Scan the entries that follow for the word "Some", then report every line in which it appears.

» DATA FOR THIS TASK
○ ○ ○ ○ ○

//! The analysis's warnings: exponent drift, poor fits, the chain's ends,
//! the crossover near α = 3/2, the sum rule, lattice effects and estimators
//! that disagree, each with advice.

use super::*;

/// What the diagnosis reads.
pub(super) struct DiagnosisInputs<'a> {
    pub(super) window: TimeWindow,
    /// The estimator lines of the verdict (standing, z with both errors).
    pub(super) lines: &'a [EstimatorLine],
    pub(super) local: &'a [LocalExponent],
    pub(super) autocorrelation: Option<&'a TailReport>,
    pub(super) collapse: Option<&'a CollapseReport>,
    pub(super) profile: Option<&'a ProfileSection>,
    pub(super) lattice_walk: Option<&'a LatticeWalkFitReport>,
    pub(super) sum_points: &'a [SumRulePoint],
    pub(super) chain: Option<Chain>,
}

pub(super) fn diagnose(
    map: &CorrelationMap,
    inputs: &DiagnosisInputs<'_>,
    warnings: &mut Vec<Warning>,
) {
    warnings.extend(diagnosis::exponent_drift(inputs.local, inputs.window));
    if let Some(tail) = inputs.autocorrelation {
        warnings.extend(poor_fit(
            "autocorrelation tail",
            tail.chi2_dof,
            tail.p_value,
            "C(0,t) is not one power law in the window: narrow it to where the local exponent \
             is flat.",
        ));
    }
    if let Some(profile) = inputs.profile {
        let p = &profile.preferred;
        warnings.extend(poor_fit(
            &format!("{} profile", p.model.name()),
            p.chi2_dof,
            p.p_value,
            "The scaling function does not describe the window: restrict it to late times and \
             the bulk, check the sum rule, and compare with the other profile model.",
        ));
        // The scale s(t) = (D t)^{1/μ} is smallest at the window's start.
        let t_min = p.t_window[0];
        let scale = (p.d * t_min).powf(1.0 / p.mu);
        warnings.extend(diagnosis::lattice_scale(p.mu, scale, t_min));
    }
    if let Some(walk) = inputs.lattice_walk {
        warnings.extend(poor_fit(
            "lattice-walk",
            walk.chi2_dof,
            walk.p_value,
            "The classical walk with power-law rates does not describe the data: the couplings \
             may not be a pure power law (use a measured coupling matrix), or early times carry \
             coherent dynamics; start the window later.",
        ));
    }
    if let Some(collapse) = inputs.collapse {
        warnings.extend(diagnosis::poor_collapse(
            collapse.chi2_dof,
            collapse.errors_known,
        ));
    }

    let edges = match inputs.chain {
        Some(c) => c.edges(),
        None => Edges::of_map(map),
    };
    warnings.extend(diagnosis::reaches_edges(map, inputs.window, edges));

    let crossover = match (inputs.lattice_walk, inputs.profile) {
        (Some(w), _) if !w.alpha_at_bound => {
            diagnosis::near_crossover(w.alpha, w.alpha_err, "the lattice-walk fit")
        }
        (_, Some(p))
            if p.preferred.model == ProfileModel::Stable
                && !p.preferred.mu_at_bound
                && p.preferred.mu >= 1.7 =>
        {
            diagnosis::near_crossover(
                (p.preferred.mu + 1.0) / 2.0,
                p.preferred.mu_err / 2.0,
                "the stable profile's index (α = (μ + 1)/2)",
            )
        }
        _ => None,
    };
    warnings.extend(crossover);

    let covers_chain = inputs.chain.map(|c| {
        let x = map.offsets();
        let edges = c.edges();
        x[0] <= edges.left && x[x.len() - 1] >= edges.right
    });
    warnings.extend(diagnosis::sum_rule_off(inputs.sum_points, covers_chain));

    // The same estimates and the same errors (stat ⊕ window) the verdict
    // compares, so the warning and the verdict's reasons never contradict.
    let estimates: Vec<ZEstimate> = inputs
        .lines
        .iter()
        .filter(|l| l.standing == Standing::Applies)
        .filter_map(|l| {
            l.z.as_ref().map(|z| ZEstimate {
                estimator: l.name,
                z: z.value,
                z_err: z.total_err(),
            })
        })
        .collect();
    warnings.extend(diagnosis::estimators_disagree(&estimates));
}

○ ○ ○ ○ ○

» WRITTEN RESPONSE
    if let Some(tail) = inputs.autocorrelation {
    if let Some(profile) = inputs.profile {
    if let Some(walk) = inputs.lattice_walk {
    if let Some(collapse) = inputs.collapse {
        Some(c) => c.edges(),
        (Some(w), _) if !w.alpha_at_bound => {
        (_, Some(p))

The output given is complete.